Liquid demixing in elastic networks: cavitation, permeation, or size selection?

TL;DR

This paper develops a theoretical framework to understand how elastic networks influence liquid-liquid phase separation (LLPS) in biological systems, predicting new droplet phases including size-limited and network-including condensates.

Contribution

It introduces a model accounting for capillary forces, heterogeneity, and nonlinear mechanics to predict novel LLPS behaviors in elastic networks.

Findings

Cavitated droplets fully exclude the network.

Size-limited, pore-scale droplets can form in chromatin networks.

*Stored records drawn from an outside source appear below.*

from .layout import (
    CONN_LONG_SHUNT,
    CONN_SEPARATE,
    CONN_SERIES,
    CONN_SHORT_SHUNT,
    CONN_SHUNT,
    FIELD_SUPPLY_AVERAGED,
    FIELD_SUPPLY_DC,
    FIELD_SUPPLY_HALF_BRIDGE,
    LOAD_CONSTANT,
    LOAD_OVERHAULING,
    LOAD_PRIME_MOVER,
    LOAD_PROPORTIONAL,
    LOAD_QUADRATIC,
    P_ALPHA_MAX_RAD,
    P_ALPHA_MIN_RAD,
    P_BRUSH_DROP_V,
    P_BRUSH_INV_KNEE,
    P_COMPOUND_SIGN,
    P_CONNECTION,
    P_COULOMB_NM,
    P_DC_SOURCE_OHM,
    P_DEADTIME_S,
    P_DT_S,
    P_ENCODER_PPR,
    P_FIELD_ALPHA_MIN_RAD,
    P_FIELD_SIGN,
    P_FIELD_SUPPLY_KIND,
    P_FIELD_VAC_V,
    P_GATE_PULSE_RAD,
    P_ISRC_TAU_S,
    P_J_KGM2,
    P_J_LOAD_KGM2,
    P_LA_H,
    P_LF_LEAK_H,
    P_LM0_H,
    P_LOAD_KIND,
    P_LS_H,
    P_LSE_LEAK_H,
    P_MAG_INV_SLOPE0,
    P_MAG_INV_SPEED,
    P_MAINS_HZ,
    P_MAINS_VLL_V,
    P_RA_OHM,
    P_RATED_IA_A,
    P_RATED_SPEED_RAD_S,
    P_RF_OHM,
    P_RHEO_OHM,
    P_RS_OHM,
    P_SE_SHORT_CLOSE_RAD_S,
    P_SE_SHORT_OPEN_RAD_S,
    P_RSE_OHM,
    P_SE_TURNS_RATIO,
    P_SUPPLY_KIND,
    P_TACHO_V_PER_RPM,
    P_TEMP_AMBIENT_C,
    P_TEMP_FIELD_C,
    P_TEMP_REF_C,
    P_THERMAL_FROZEN,
    P_THERMAL_RISE_K,
    P_THERMAL_TAU_S,
    P_TURN_OFF_S,
    P_VISCOUS_NM_S,
    ST_ARMATURE_SHORT,
    ST_BRIDGE_SHORT,
    ST_LEG_OVERLAP,
    ST_COMMUTATION_FAILURE,
    ST_CONTACTOR_BREAK_UNDER_LOAD,
    ST_DEADTIME_VIOLATION,
    ST_DISCONTINUOUS,
    ST_FIELD_OPEN,
    ST_NONFINITE,
    SUPPLY_AVERAGED,
    SUPPLY_BRIDGE,
    SUPPLY_CURRENT,
    SUPPLY_DUAL_BRIDGE,
    U_ALPHA_DEG,
    U_ARMATURE_SHORT,
    U_BRIDGE_SELECT,
    U_CONTACTOR,
    U_COUPLING_BROKEN,
    U_FIELD_ALPHA_DEG,
    U_FIELD_OPEN,
    U_FIELD_V,
    U_FUSE_BLOWN_MASK,
    U_IREF_A,
    U_LOAD_OHM,
    U_LOAD_TORQUE_NM,
    U_LOCKED_ROTOR,
    U_MAINS_HZ_DEV,
    U_MAINS_PU,
    U_MISFIRE_MASK,
    U_PHASE_LOST,
    U_PHASE_REVERSED,
    U_PRIME_SPEED_RAD_S,
    U_PULSES_BLOCKED,
    U_SHORT_MASK,
    U_VT_V,
    X_ANGLE_RAD,
    X_AVG_VOLTAGE_V,
    X_BRIDGE_ACTIVE,
    X_FIELD_CONV_ON,
    X_FIELD_FIRE_AT,
    X_I_FIELD_A,
    X_I_LINE_A,
    X_LAST_FIRED_LOW,
    X_LAST_FIRED_UP,
    X_LATCHED_ALPHA_RAD,
    X_MAINS_ANGLE_RAD,
    X_PH_I0,
    X_PULSE_T_S,
    X_PULSE_VAVG_V,
    X_PULSE_VINT,
    X_SPEED_RAD_S,
    X_TEMP_ARM_C,
    X_THY_FIRE_AT0,
    X_THY_GATE0,
    X_THY_OFF_S0,
    X_THY_ON0,
    X_TIME_S,
    X_SE_SHORTED,
    X_VT_V,
    X_ZERO_CURRENT_S,
    Y_ANGLE_RAD,
    Y_CONDUCTING_MASK,
    Y_EMF_V,
    Y_ENCODER_COUNT,
    Y_FIELD_VT_V,
    Y_FIRED_MASK,
    Y_FLUX_VS,
    Y_I_LINE_A,
    Y_IA_A,
    Y_IA_MEAN_A,
    Y_IA_PEAK_A,
    Y_IF_A,
    Y_IMMF_A,
    Y_INPUT_POWER_W,
    Y_ISE_A,
    Y_LAST_FIRE_ANGLE_DEG,
    Y_LINE_IA_A,
    Y_LINE_IB_A,
    Y_LINE_IC_A,
    Y_LOAD_TORQUE_NM,
    Y_MAINS_ANGLE_RAD,
    Y_SHAFT_POWER_W,
    Y_SPEED_RAD_S,
    Y_SPEED_RPM,
    Y_STATUS,
    Y_TACHO_V,
    Y_TEMP_ARM_C,
    Y_TIME_S,
    Y_SE_SHORTED,
    Y_TORQUE_MEAN_NM,
    Y_TORQUE_NM,
    Y_VT_MEAN_V,
    Y_VT_PULSE_MEAN_V,
    Y_VT_V,
)
from .magnetization import curve_emf, reaction_field_A

TWO_PI = 2.0 * math.pi
PI_6 = math.pi / 6.0
PI_3 = math.pi / 3.0
SQRT2 = math.sqrt(2.0)
SQRT3 = math.sqrt(3.0)
COPPER_K = 235.0  # IEC 60034-1 copper temperature constant (degC)

TERM_THEVENIN = 0
TERM_OPEN = 1
TERM_FORCED = 2

# thyristor k: phase and group (see layout.THY_PHASE / THY_UPPER); repeated as literals because
# numba folds literal tuples into constants
_THY_PHASE = (0, 2, 1, 0, 2, 1)
_THY_UPPER = (1, 0, 1, 0, 1, 0)
_UPPER_OF_PHASE = (0, 2, 4)
_INV_COUNT = (0.0, 1.0, 0.5, 1.0 / 3.0)  # 1/k for k conducting phases on a rail, 0 for none  # thyristor index of the upper device of phase a, b, c
_LOWER_OF_PHASE = (3, 5, 1)


@njit(cache=True, inline="always")
def _connection(conn, ratio, sign, kh):
    """Winding-current coefficients and loop incidences of a connection.

    kh is +1, or -1 for a shunt/separate field connected the other way round (its ampere-turns
    then oppose those of the same current in the normal connection).
    Returns (ca1, ca2, cs1, cs2, ch1, ch2, a1a, a1s, a1h, a2a, a2s, a2h, ks, kh, has_loop2).
    """
    if conn == CONN_SEPARATE:
        return 1.0, 0.0, 0.0, 0.0, 0.0, 1.0, 1.0, 0.0, 0.0, 0.0, 0.0, 1.0, 0.0, kh, True
    if conn == CONN_SHUNT:
        return 1.0, -1.0, 0.0, 0.0, 0.0, 1.0, 1.0, 0.0, 0.0, -1.0, 0.0, 1.0, 0.0, kh, True
    if conn == CONN_SERIES:
        return 1.0, 0.0, 1.0, 0.0, 0.0, 0.0, 1.0, 1.0, 0.0, 0.0, 0.0, 0.0, 1.0, 0.0, False
    ks = ratio * sign
    if conn == CONN_LONG_SHUNT:
        return 1.0, -1.0, 1.0, -1.0, 0.0, 1.0, 1.0, 1.0, 0.0, -1.0, -1.0, 1.0, ks, kh, True
    # CONN_SHORT_SHUNT
    return 1.0, -1.0, 1.0, 0.0, 0.0, 1.0, 1.0, 1.0, 0.0, -1.0, 0.0, 1.0, ks, kh, True


@njit(cache=True)
def _cm(c, v):
    """v * c for a connection coefficient c that is 0 in some connections.

    Gives -0.0 (not v * 0.0) when c is 0: x + -0.0 is x in IEEE arithmetic, so a build with
    the connection as a constant drops the term and everything that only fed it, where
    v * 0.0 must be kept (it is NaN for an infinite v). Only the sign of a zero differs.
    """
    return v * c if c != 0.0 else -0.0


@njit(cache=True, inline="always")
def _copper_ohm(r_ref, temp_c, temp_ref_c):
    # IEC 60034-1 resistance/temperature relation for copper
    return r_ref * (COPPER_K + temp_c) / (COPPER_K + temp_ref_c)


@njit(cache=True, inline="always")
def _machine(p, cc, i1, i2, w, ra, rse, rsh, term, vth, rth, lth, di1_forced, vsrc2, loop2_on, seg):
    """Loop-current derivatives and algebraic quantities of the machine circuit.

    seg: the magnetization segment to try first (the one the last evaluation used).
    Returns (di1, di2, vt, ia, ise, immf, emf, kphi, te, vfield, seg).
    """
    ca1, ca2, cs1, cs2, ch1, ch2, a1a, a1s, a1h, a2a, a2s, a2h, ks, kh, has2 = cc
    ia = _cm(ca1, i1) + _cm(ca2, i2)
    ise = _cm(cs1, i1) + _cm(cs2, i2)
    ish = _cm(ch1, i1) + _cm(ch2, i2)
    immf = _cm(kh, ish) + _cm(ks, ise)
    iar = reaction_field_A(p, ia)
    if immf >= 0.0:
        ieff = immf - iar
        if ieff < 0.0:
            ieff = 0.0
    else:
        ieff = immf + iar
        if ieff > 0.0:
            ieff = 0.0
    e_c, de, seg = curve_emf(p, ieff, seg)
    kphi = e_c * p[P_MAG_INV_SPEED]
    emf = kphi * w
    lm = p[P_LM0_H] * de * p[P_MAG_INV_SLOPE0]
    xb = ia * p[P_BRUSH_INV_KNEE]
    if xb > 1.0:
        xb = 1.0
    elif xb < -1.0:
        xb = -1.0
    vbr = p[P_BRUSH_DROP_V] * xb
    la = p[P_LA_H]
    lse = p[P_LSE_LEAK_H]
    lsh = p[P_LF_LEAK_H]
    # the connection's coefficients through _cm, so that a specialised build keeps only the
    # terms its connection has
    m1 = _cm(ch1, kh) + _cm(cs1, ks)
    m2 = _cm(ch2, kh) + _cm(cs2, ks)
    # static part and derivative coefficients of each element voltage
    sa = ra * ia + emf + vbr
    ss = rse * ise
    sh = rsh * ish
    aa1 = _cm(ca1, la)
    aa2 = _cm(ca2, la)
    as1 = _cm(cs1, lse) + _cm(m1, _cm(ks, lm))
    as2 = _cm(cs2, lse) + _cm(m2, _cm(ks, lm))
    ah1 = _cm(ch1, lsh) + _cm(m1, _cm(kh, lm))
    ah2 = _cm(ch2, lsh) + _cm(m2, _cm(kh, lm))
    r11 = _cm(a1a, aa1) + _cm(a1s, as1) + _cm(a1h, ah1)
    r12 = _cm(a1a, aa2) + _cm(a1s, as2) + _cm(a1h, ah2)
    s1 = _cm(a1a, sa) + _cm(a1s, ss) + _cm(a1h, sh)
    # loop 1 row
    if term == TERM_THEVENIN:
        m11 = r11 + lth
        m12 = r12
        b1 = vth - rth * i1 - s1
    elif term == TERM_OPEN:
        m11 = 1.0
        m12 = 0.0
        b1 = 0.0
    else:
        m11 = 1.0
        m12 = 0.0
        b1 = di1_forced
    # loop 2 row
    if has2 and loop2_on:
        m21 = _cm(a2a, aa1) + _cm(a2s, as1) + _cm(a2h, ah1)
        m22 = _cm(a2a, aa2) + _cm(a2s, as2) + _cm(a2h, ah2)
        b2 = vsrc2 - (_cm(a2a, sa) + _cm(a2s, ss) + _cm(a2h, sh))
    else:
        m21 = 0.0
        m22 = 1.0
        b2 = 0.0
    det = m11 * m22 - m12 * m21
    inv_det = 1.0 / det
    # (x - c v written x + v (-c): the same number, and x + -0.0 folds where x - 0.0 * v cannot)
    di1 = (b1 * m22 + _cm(-m12, b2)) * inv_det
    di2 = (m11 * b2 + _cm(-m21, b1)) * inv_det
    vt = s1 + _cm(r11, di1) + _cm(r12, di2)
    vfield = sh + _cm(ah1, di1) + _cm(ah2, di2)
    te = kphi * ia
    return di1, di2, vt, ia, ise, immf, emf, kphi, te, vfield, seg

Network-including macroscopic droplets are thermodynamically possible.

Abstract

Demixing of multicomponent biomolecular systems via liquid-liquid phase separation (LLPS) has emerged as a potentially unifying mechanism governing the formation of several membrane-less intracellular organelles ("condensates"), both in the cytoplasm (e.g., stress granules) and in the nucleoplasm (e.g., nucleoli). While both in vivo experiments and studies of synthetic systems demonstrate that LLPS is strongly affected by the presence of a macromolecular elastic network, a fundamental understanding of the role of such networks on LLPS is still lacking. Here we show that, upon accounting for capillary forces responsible for network expulsion, small-scale heterogeneity of the network, and its nonlinear mechanical properties, an intriguing picture of LLPS emerges. Specifically, we predict that, in addition to the experimentally observed cavitated droplets which fully exclude the network, two other phases are thermodynamically possible: elastically arrested, size-limited droplets at the network pore scale, and network-including macroscopic droplets. In particular, pore size-limited droplets may emerge in chromatin networks, with implications for structure and function of nucleoplasmic condensates.